def _series_rlc(resistance_ohm: float):
    """Kirchhoff: L di/dt = Vin − R i − v, C dv/dt = i (i flows from Vin into the node)."""

    def laws(_t, x):
        current, node = x
        return [(VIN_V - resistance_ohm * current - node) / L_H, current / C_F]

    return laws


@pytest.mark.parametrize(
    "resistance_ohm",
    [
        0.05,  # a winding resistance: barely damped (ζ = 2.5e-4)
        20.0,  # ζ = 0.1
        200.0,  # critically damped
        500.0,  # overdamped, ζ = 2.5
        5000.0,  # heavily overdamped, ζ = 25
    ],
)
def test_ring_matches_the_reference_integrator(resistance_ohm):
    # scipy.integrate.solve_ivp (DOP853, rtol 1e-11) on the series RLC circuit from
    # v(0) = V0, i(0) = 0, over five undamped periods (2π/ω0 = 628 ns each).
    times = np.linspace(0.0, 5.0 * 2.0 * math.pi * 1e-7, 201)
    reference = solve_ivp(
        _series_rlc(resistance_ohm),
        (0.0, times[-1]),
        [0.0, V0_V],
        method="DOP853",
        rtol=1e-11,
        atol=1e-12,
        t_eval=times,
    )
    assert reference.success
    np.testing.assert_allclose(_ring(times, resistance_ohm), reference.y[1], rtol=0, atol=1e-6)


# ---------------------------------------------------------------- the body-diode clamp


def _clamped_ring_reference(vin_v, v_start_v, inductance_h, capacitance_f, resistance_ohm, t_end_s):
    """Brute force: solve_ivp on the node capacitor with an ideal body-diode clamp at 0 V.

    Kirchhoff as in :func:`_series_rlc`; while the node sits at 0 V the diode carries the
    inductor current, L di/dt = Vin − R i, until that current returns to zero. Events stop
    each stage exactly where the diode starts and stops conducting. Returns v(t_end).
    """

    def ring(_t, x):
        current, node = x
        return [(vin_v - resistance_ohm * current - node) / inductance_h, current / capacitance_f]

    def clamp(_t, x):
        return [(vin_v - resistance_ohm * x[0]) / inductance_h, 0.0]

    def reaches_ground(_t, x):
        return x[1]

    def diode_stops(_t, x):
        return x[0]

    reaches_ground.terminal, reaches_ground.direction = True, -1.0
    diode_stops.terminal, diode_stops.direction = True, 1.0
    options = {"method": "DOP853", "rtol": 1e-11, "atol": 1e-13}
    t, state, clamped = 0.0, [0.0, v_start_v], False
    while t < t_end_s:
        laws, event = (clamp, diode_stops) if clamped else (ring, reaches_ground)
        run = solve_ivp(laws, (t, t_end_s), state, events=event, **options)
        assert run.success
        t, state = float(run.t[-1]), [float(run.y[0, -1]), float(run.y[1, -1])]
        if run.status != 1:  # no event: the end was reached
            break
        state = [0.0, 0.0] if clamped else [state[0], 0.0]
        clamped = not clamped
    return state[1]


@pytest.mark.parametrize(
    "t_s",
    [
        # before the ring reaches ground (a quarter period: 7.579 V, hand-worked above)
        math.pi / (2.0 * OMEGA_D),
        # the first valley (−7.418 V unclamped): the body diode holds the node at 0 V
        math.pi / OMEGA_D,
        # the next crest of the bare ring (15.785 V): by now the clamp has ended and the
        # node rings again about Vin from ground
        2.0 * math.pi / OMEGA_D,
        3.0 * math.pi / OMEGA_D,
        7.3 * math.pi / OMEGA_D,
    ],
)
def test_ring_below_ground_follows_the_clamp_and_rings_again(t_s):
    # Erickson & Maksimovic, ch. 5: with V0 > 2·Vin the first valley Vin − ΔV·e^(−απ/ω_d)
    # (−7.418 V here) is below ground, so the body diode conducts; it conducts only until
    # the reversed inductor current is back at zero, after which the node rings about Vin
    # from 0 V. Reference: scipy.integrate.solve_ivp with an ideal diode clamp.
    expected = _clamped_ring_reference(VIN_V, V0_V, L_H, C_F, R_OHM, t_s)
    got = float(dcm_turn_on_node_voltage_v(VIN_V, V0_V, L_H, C_F, R_OHM, t_s))
    assert got == pytest.approx(expected, abs=1e-5)


def test_turn_on_with_no_idle_time_sees_the_ccm_voltage():
    # Erickson & Maksimovic, ch. 5: at the CCM/DCM boundary the node has not moved from V0
    assert float(dcm_turn_on_node_voltage_v(VIN_V, V0_V, L_H, C_F, R_OHM, 0.0)) == V0_V


def test_clamp_lasts_about_l_times_current_over_vin():
    # the clamp: L di/dt = Vin − R i from i_g < 0 to 0 takes (L/R)·ln(1 + R|i_g|/Vin),
    # ≈ L·|i_g|/Vin for a small R (Erickson & Maksimovic, the resonant-transition analysis)
    t_ground, clamp_s = dcm_clamp_interval_s(VIN_V, V0_V, L_H, C_F, 0.05)
    reference = _clamped_ring_reference(VIN_V, V0_V, L_H, C_F, 0.05, t_ground + 0.5 * clamp_s)
    assert reference == pytest.approx(0.0, abs=1e-9)  # still clamped half-way through
    # the energy the ring had below ground, ½·L·i_g² = ½·C·((V0−Vin)² − Vin²) without loss:
    # i_g = √(C/L)·√(18.4² − 6²) = 0.01·17.394 = 0.17394 A, t_c ≈ 10 µH·0.17394/6 = 289.9 ns
    assert clamp_s == pytest.approx(289.9e-9, rel=0.01)


def test_ring_above_ground_is_not_clamped():
    # Erickson & Maksimovic, ch. 5: with V0 < 2·Vin the valley stays above ground. Vin = 12 V,
    # V0 = 18 V: at t = π/ω_d the node is 12 − 6·0.729248 = 7.62451 V (ζ = 0.1 as above).
    v_on = dcm_turn_on_node_voltage_v(12.0, 18.0, L_H, C_F, R_OHM, math.pi / OMEGA_D)
    assert float(v_on) == pytest.approx(7.62451, abs=1e-4)


def test_turn_on_voltage_takes_arrays():
    # common practice, no published source: equation functions broadcast over numpy arrays
    t_s = np.array([0.0, math.pi / (2.0 * OMEGA_D), math.pi / OMEGA_D])
    v_on = dcm_turn_on_node_voltage_v(VIN_V, V0_V, L_H, C_F, R_OHM, t_s)
    # the three values hand-worked above: V0, the quarter-period value, the clamp
    np.testing.assert_allclose(v_on, [24.4, 7.57920, 0.0], atol=1e-4)
    assert v_on.shape == (3,)


# ---------------------------------------------------------------- in the steady-state model


def _boundary_duty(stage: Stage, vin_v: float, load_ohm: float, low: float, high: float):
    """Bisect the open-loop duty where the mode changes between ``low`` and ``high``."""
    low_mode = steady_state(stage, vin_v, load_ohm, duty=low).mode
    assert steady_state(stage, vin_v, load_ohm, duty=high).mode != low_mode
    for _ in range(40):
        middle = 0.5 * (low + high)
        if steady_state(stage, vin_v, load_ohm, duty=middle).mode == low_mode:
            low = middle
        else:
            high = middle
    return low, high


@pytest.mark.parametrize(
    ("vin_v", "load_ohm", "low", "high"),
    [
        # Erickson & Maksimovic, ch. 5: DCM where K = 2L/(R·Ts) < D(1 − D)². With L = 10 µH,
        # Ts = 10 µs and R = 20.83 Ω, K = 0.096 = 0.6·0.4², so the upper boundary lies near
        # D = 0.6 (Vout ≈ 2.5·Vin: the ring reaches ground) ...
        (12.0, 20.83, 0.5, 0.75),
        # ... and the lower one near D = 0.126 (0.126·0.874² = 0.0962; Vout ≈ 1.15·Vin: the
        # ring stays above ground)
        (12.0, 20.83, 0.05, 0.3),
    ],
)
def test_coss_loss_is_continuous_across_the_ccm_dcm_boundary(vin_v, load_ohm, low, high):
    # Erickson & Maksimovic, ch. 5: at the CCM/DCM boundary the idle interval is zero, so the
    # node has not moved from vo + V_F and the switch discharges C_oss from there in both
    # modes. The old model put the DCM node at Vin and jumped by ½·C_oss·((vo + V_F)² − Vin²)·f;
    # at D ≈ 0.6 that is about ½·200 pF·(30.4² − 12²)·100 kHz ≈ 7.8 mW.
    d_low, d_high = _boundary_duty(STAGE, vin_v, load_ohm, low, high)
    below = steady_state(STAGE, vin_v, load_ohm, duty=d_low)
    above = steady_state(STAGE, vin_v, load_ohm, duty=d_high)
    assert {below.mode, above.mode} == {"ccm", "dcm"}
    node_v = below.vout_avg_v + STAGE.diode_vf_v
    old_jump_w = 0.5 * STAGE.coss_f * (node_v**2 - vin_v**2) * STAGE.fsw_hz
    assert old_jump_w > 1e-4  # the old model's step is a real one at both boundaries
    # P_Coss = ½·C_oss·V²·f (Graovac, Pürschel and Kiep, section 3) on both sides
    assert abs(above.losses_w["coss"] - below.losses_w["coss"]) < 0.01 * old_jump_w
    assert abs(above.total_loss_w - below.total_loss_w) < 0.01 * old_jump_w


# An invented stage close to the demo's: 15 µH, 420 pF of C_oss and 100 pF of diode C_j
DEMO_LIKE = replace(STAGE, inductance_h=15e-6, dcr_ohm=0.0165, coss_f=420e-12, cj_f=100e-12,
                    fsw_hz=400e3, cout_f=4.8e-6, output_count=3)  # fmt: skip


@pytest.mark.parametrize("iout_a", [0.02, 0.035, 0.06])
def test_dcm_turn_on_loss_matches_a_brute_force_ring_at_three_loads(iout_a):
    # Three regulated DCM points, 6 V to 24 V (Vout > 2·Vin, so the ring reaches ground).
    # Reference: scipy.integrate.solve_ivp on the node capacitor C_oss + C_j with an ideal
    # body-diode clamp, run over the idle interval the model solved from V0 = vo + V_F,
    # i = 0 (Erickson & Maksimovic, ch. 5); then ½·C·v_on²·f for each capacitance
    # (Graovac, Pürschel and Kiep, section 3; Erickson & Maksimovic ch. 4, device
    # capacitances).
    result = steady_state(DEMO_LIKE, 6.0, 24.0 / iout_a, vout_v=24.0)
    assert result.mode == "dcm"
    idle = result.orbit.segments[-1]
    v_start = float(result.orbit.circuit.vout_rows["idle"] @ idle.z_start) + DEMO_LIKE.diode_vf_v
    node_f = DEMO_LIKE.coss_f + DEMO_LIKE.cj_f
    v_on = _clamped_ring_reference(
        6.0, v_start, DEMO_LIKE.inductance_h, node_f, DEMO_LIKE.dcr_ohm, idle.duration_s
    )
    assert result.switch_node_turn_on_v == pytest.approx(v_on, abs=1e-4)
    half_v2_f = 0.5 * v_on**2 * DEMO_LIKE.fsw_hz
    assert result.losses_w["coss"] == pytest.approx(
        DEMO_LIKE.coss_f * half_v2_f, rel=1e-4, abs=1e-9
    )
    assert result.losses_w["diode_cj"] == pytest.approx(
        DEMO_LIKE.cj_f * half_v2_f, rel=1e-4, abs=1e-9
    )
    assert result.pin_w == pytest.approx(result.pout_w + result.total_loss_w, rel=1e-3)


def test_a_long_idle_interval_ends_above_ground():
    # Erickson & Maksimovic, ch. 5: the body diode conducts only ≈ L·|i|/Vin, then the node
    # rings between 0 and 2·Vin, so over many idle intervals the switch mostly turns on
    # above 0 V (the old model held 0 V and booked no loss at all).
    turn_on = [
        steady_state(DEMO_LIKE, 6.0, 24.0 / i, vout_v=24.0).switch_node_turn_on_v
        for i in (0.02, 0.03, 0.04, 0.05, 0.06)
    ]
    assert max(turn_on) > 1.0 and max(turn_on) < 2.0 * 6.0 + 1e-6


def test_dcm_coss_loss_uses_the_node_voltage_the_ring_reaches():
    # scipy.integrate.solve_ivp on the series RLC (Vin, L with its DCR, C_oss), run over the
    # idle interval the model solved, from V0 = vo + V_F and i = 0 (Erickson & Maksimovic,
    # ch. 5); then P_Coss = ½·C_oss·v²·f (Graovac, Pürschel and Kiep, section 3). 12 V at
    # D = 0.1 into 200 Ω (K = 0.01 < 0.1·0.9² = 0.081: DCM) gives about 15 V out, below
    # 2·Vin, so the ring stays above ground and the node is neither at Vin nor at V0.
    vin_v = 12.0
    result = steady_state(STAGE, vin_v, 200.0, duty=0.1)
    assert result.mode == "dcm"
    idle = result.orbit.segments[-1]
    v_start = float(result.orbit.circuit.vout_rows["idle"] @ idle.z_start) + STAGE.diode_vf_v
    assert v_start < 2.0 * vin_v

    def laws(_t, x):
        current, node = x
        return [
            (vin_v - STAGE.dcr_ohm * current - node) / STAGE.inductance_h,
            current / STAGE.coss_f,
        ]

    ring = solve_ivp(
        laws, (0.0, idle.duration_s), [0.0, v_start], method="DOP853", rtol=1e-11, atol=1e-12
    )
    v_on = ring.y[1, -1]
    assert abs(v_on - vin_v) > 0.1 and abs(v_on - v_start) > 0.1
    expected_w = 0.5 * STAGE.coss_f * v_on**2 * STAGE.fsw_hz
    assert result.losses_w["coss"] == pytest.approx(expected_w, rel=1e-6)
    # conservation of energy, P_in = P_out + Σ losses, to 0.1 %
    assert result.pin_w == pytest.approx(result.pout_w + result.total_loss_w, rel=1e-3)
_ _ _ _
— TASK ITEM —
Find the word "Kirchhoff" in the entries and show each line where it is found.

— RESULT OF THIS TASK —
    """Kirchhoff: L di/dt = Vin − R i − v, C dv/dt = i (i flows from Vin into the node)."""
    Kirchhoff as in :func:`_series_rlc`; while the node sits at 0 V the diode carries the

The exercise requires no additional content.